§ **WHAT TO WORK ON**
Every line containing the word "between" must be pulled from the records.

§ **PROVIDED INFORMATION**

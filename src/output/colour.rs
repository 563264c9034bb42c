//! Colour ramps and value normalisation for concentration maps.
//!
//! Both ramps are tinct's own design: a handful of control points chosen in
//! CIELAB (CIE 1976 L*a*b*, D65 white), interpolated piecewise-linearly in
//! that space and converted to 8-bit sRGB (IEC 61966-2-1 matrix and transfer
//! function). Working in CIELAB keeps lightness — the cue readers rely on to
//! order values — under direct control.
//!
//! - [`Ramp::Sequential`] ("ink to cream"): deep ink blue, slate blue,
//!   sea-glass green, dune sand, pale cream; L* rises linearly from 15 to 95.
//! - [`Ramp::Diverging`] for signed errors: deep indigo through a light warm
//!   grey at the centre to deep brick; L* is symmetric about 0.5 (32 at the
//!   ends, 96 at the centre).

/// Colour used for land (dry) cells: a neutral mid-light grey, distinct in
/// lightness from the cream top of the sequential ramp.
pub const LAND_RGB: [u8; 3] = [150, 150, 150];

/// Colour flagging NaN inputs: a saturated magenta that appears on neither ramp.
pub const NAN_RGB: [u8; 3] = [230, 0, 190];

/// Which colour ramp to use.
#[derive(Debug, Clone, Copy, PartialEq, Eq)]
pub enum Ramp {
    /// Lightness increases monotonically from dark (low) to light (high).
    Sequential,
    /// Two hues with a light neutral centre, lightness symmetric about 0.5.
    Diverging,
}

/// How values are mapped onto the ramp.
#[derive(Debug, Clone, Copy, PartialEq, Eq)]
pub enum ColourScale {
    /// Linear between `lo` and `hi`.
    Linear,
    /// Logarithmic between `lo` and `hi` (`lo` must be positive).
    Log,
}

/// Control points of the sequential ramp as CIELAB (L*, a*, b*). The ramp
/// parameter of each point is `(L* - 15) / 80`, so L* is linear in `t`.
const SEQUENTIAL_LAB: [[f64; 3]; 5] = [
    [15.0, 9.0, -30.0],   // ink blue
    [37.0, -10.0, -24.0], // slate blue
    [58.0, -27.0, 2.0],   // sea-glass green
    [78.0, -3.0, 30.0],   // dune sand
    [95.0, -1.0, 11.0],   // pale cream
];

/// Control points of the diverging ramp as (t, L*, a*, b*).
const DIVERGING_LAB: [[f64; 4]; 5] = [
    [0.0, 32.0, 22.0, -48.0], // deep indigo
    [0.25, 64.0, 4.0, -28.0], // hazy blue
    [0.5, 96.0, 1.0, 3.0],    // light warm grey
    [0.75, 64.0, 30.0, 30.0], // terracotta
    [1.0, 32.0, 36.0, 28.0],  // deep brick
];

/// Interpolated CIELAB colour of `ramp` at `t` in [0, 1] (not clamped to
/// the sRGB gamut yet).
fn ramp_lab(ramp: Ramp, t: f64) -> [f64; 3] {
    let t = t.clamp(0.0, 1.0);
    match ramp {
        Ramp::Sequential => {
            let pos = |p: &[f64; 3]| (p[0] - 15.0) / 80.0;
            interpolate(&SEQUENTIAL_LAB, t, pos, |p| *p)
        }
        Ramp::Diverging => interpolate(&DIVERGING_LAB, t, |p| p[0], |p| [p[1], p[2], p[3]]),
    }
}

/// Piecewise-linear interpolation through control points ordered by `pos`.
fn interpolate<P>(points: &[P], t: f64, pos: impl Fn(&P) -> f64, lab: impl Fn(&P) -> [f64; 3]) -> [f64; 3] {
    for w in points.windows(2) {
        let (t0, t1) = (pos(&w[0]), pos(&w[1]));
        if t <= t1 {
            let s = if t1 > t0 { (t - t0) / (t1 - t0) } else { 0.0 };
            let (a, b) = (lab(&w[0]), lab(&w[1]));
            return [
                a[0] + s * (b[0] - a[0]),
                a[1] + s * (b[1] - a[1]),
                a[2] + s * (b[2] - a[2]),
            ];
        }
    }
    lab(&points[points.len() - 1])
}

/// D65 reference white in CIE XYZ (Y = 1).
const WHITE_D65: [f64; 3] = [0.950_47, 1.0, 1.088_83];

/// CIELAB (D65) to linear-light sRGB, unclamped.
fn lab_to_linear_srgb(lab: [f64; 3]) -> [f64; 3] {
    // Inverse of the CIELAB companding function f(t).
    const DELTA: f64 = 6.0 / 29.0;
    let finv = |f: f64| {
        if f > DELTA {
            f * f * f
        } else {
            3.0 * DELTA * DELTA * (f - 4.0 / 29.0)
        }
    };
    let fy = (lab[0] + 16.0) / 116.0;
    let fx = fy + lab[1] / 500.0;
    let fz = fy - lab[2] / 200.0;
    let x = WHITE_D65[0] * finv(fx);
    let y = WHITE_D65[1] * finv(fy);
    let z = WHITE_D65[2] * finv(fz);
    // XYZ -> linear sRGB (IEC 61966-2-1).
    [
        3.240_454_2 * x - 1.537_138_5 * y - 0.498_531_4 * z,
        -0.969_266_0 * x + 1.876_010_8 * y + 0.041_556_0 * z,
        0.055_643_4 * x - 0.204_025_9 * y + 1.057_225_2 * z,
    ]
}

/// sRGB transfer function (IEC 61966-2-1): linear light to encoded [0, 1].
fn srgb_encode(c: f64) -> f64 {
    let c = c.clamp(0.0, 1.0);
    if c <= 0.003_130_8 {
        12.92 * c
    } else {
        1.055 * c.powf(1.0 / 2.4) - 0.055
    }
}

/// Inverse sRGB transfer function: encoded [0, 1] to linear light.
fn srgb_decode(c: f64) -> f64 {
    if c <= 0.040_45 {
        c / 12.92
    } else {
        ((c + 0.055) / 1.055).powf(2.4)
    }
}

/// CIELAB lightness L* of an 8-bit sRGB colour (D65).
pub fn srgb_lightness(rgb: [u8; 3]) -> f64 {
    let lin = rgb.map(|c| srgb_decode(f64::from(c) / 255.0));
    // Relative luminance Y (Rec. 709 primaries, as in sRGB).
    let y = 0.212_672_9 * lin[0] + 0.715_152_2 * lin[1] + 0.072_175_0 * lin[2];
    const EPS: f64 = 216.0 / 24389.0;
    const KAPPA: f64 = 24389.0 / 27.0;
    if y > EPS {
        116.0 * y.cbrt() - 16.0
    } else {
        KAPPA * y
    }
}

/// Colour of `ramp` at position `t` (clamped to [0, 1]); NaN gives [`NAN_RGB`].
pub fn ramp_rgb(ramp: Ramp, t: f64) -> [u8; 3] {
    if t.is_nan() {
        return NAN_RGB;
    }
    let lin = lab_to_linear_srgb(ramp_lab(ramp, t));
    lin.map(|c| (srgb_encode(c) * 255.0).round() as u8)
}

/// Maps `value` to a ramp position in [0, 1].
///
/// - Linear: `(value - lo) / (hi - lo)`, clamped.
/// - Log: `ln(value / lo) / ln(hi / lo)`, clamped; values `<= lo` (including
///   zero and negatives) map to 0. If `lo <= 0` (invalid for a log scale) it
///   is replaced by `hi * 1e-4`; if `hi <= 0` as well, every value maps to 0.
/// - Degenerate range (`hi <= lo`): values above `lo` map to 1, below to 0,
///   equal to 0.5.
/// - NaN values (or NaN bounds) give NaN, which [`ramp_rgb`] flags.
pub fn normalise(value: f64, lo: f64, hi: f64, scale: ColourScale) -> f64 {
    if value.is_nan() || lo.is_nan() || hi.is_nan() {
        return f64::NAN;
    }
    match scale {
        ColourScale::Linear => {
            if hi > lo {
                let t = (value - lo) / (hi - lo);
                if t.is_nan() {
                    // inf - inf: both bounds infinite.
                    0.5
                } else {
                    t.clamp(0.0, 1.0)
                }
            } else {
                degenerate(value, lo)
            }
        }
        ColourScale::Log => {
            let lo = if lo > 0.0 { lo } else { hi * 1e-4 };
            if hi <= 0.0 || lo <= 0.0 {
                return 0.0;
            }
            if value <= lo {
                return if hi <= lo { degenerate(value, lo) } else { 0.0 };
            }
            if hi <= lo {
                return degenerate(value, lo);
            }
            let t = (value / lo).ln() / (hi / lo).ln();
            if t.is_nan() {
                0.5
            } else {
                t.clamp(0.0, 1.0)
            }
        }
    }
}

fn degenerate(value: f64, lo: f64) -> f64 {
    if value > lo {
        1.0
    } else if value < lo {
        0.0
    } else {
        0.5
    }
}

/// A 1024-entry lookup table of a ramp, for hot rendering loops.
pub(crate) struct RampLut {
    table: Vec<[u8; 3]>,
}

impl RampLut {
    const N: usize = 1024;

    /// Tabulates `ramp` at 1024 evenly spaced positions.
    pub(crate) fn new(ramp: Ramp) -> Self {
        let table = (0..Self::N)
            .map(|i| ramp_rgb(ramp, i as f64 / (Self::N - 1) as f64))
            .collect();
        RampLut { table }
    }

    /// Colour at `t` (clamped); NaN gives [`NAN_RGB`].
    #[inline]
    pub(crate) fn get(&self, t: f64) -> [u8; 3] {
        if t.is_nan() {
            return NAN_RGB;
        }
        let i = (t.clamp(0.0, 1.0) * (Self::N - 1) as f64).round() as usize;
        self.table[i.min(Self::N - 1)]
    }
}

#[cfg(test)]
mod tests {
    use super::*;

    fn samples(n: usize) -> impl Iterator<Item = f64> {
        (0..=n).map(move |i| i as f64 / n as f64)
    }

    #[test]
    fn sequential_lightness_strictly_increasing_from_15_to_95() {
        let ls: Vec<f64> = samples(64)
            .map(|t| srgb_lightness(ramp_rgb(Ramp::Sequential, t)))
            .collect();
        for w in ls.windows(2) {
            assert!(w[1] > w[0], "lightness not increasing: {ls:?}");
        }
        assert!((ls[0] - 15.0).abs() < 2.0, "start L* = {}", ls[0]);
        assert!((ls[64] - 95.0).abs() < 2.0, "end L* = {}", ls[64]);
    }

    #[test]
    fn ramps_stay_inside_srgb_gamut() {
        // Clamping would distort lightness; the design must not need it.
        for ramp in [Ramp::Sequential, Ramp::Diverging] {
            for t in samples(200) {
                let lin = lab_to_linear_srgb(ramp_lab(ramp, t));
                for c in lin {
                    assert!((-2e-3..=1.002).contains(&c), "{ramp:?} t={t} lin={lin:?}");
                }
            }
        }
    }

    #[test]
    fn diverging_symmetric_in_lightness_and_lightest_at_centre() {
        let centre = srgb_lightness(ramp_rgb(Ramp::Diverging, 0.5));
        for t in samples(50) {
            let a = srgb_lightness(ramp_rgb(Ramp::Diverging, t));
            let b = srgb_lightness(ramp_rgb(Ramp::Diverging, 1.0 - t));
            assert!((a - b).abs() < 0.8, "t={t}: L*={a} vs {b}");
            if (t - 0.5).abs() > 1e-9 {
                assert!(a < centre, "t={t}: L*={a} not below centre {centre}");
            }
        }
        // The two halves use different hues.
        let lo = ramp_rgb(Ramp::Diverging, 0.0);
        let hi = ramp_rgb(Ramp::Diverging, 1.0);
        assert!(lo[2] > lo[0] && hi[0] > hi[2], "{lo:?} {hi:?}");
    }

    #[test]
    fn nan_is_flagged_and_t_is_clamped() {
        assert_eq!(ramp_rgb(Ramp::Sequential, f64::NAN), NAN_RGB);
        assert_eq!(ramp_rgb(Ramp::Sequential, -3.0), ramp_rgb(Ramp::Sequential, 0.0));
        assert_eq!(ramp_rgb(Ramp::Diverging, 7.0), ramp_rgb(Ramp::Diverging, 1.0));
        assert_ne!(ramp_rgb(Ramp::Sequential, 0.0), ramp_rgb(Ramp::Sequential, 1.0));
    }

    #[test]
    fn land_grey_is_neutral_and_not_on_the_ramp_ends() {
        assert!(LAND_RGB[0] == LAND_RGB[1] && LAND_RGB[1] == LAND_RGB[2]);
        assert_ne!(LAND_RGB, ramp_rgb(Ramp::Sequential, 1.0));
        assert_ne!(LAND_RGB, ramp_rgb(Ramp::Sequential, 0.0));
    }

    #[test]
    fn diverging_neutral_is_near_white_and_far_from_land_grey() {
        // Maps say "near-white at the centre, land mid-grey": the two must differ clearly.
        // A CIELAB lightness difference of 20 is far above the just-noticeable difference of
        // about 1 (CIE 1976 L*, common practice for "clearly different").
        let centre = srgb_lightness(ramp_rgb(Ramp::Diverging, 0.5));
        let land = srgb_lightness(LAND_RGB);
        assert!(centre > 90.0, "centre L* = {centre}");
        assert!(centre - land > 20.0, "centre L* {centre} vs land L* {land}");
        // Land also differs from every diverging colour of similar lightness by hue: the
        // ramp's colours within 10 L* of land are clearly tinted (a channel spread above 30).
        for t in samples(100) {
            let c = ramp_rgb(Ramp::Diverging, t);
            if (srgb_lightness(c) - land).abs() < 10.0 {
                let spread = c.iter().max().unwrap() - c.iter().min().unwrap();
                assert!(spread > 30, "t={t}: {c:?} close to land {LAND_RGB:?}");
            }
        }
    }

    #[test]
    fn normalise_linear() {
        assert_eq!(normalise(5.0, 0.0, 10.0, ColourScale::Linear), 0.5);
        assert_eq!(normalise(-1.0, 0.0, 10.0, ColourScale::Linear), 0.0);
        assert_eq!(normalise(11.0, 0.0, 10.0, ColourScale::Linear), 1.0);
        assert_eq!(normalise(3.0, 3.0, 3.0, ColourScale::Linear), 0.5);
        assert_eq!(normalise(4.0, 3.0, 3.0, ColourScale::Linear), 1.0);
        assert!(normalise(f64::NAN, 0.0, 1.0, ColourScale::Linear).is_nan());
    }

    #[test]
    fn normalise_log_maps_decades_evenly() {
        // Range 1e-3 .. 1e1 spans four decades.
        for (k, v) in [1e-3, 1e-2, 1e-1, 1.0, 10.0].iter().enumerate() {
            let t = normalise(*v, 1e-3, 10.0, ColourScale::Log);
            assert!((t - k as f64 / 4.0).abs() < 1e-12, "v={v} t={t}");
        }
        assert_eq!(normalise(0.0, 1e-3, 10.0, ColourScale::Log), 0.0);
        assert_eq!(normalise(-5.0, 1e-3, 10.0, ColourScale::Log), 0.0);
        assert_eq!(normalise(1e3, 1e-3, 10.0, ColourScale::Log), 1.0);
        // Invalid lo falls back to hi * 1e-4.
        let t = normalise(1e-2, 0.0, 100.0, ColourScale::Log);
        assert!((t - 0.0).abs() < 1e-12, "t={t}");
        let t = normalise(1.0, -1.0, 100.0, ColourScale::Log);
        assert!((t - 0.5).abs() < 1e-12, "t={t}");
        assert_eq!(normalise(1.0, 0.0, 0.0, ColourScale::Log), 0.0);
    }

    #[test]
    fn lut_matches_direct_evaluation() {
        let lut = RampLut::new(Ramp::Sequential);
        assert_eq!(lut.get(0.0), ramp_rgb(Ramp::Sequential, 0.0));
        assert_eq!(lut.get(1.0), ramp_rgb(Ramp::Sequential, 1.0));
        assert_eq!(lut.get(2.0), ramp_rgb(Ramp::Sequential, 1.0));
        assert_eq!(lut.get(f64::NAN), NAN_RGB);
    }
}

§ **TASK ANSWER**
    /// Linear between `lo` and `hi`.
    /// Logarithmic between `lo` and `hi` (`lo` must be positive).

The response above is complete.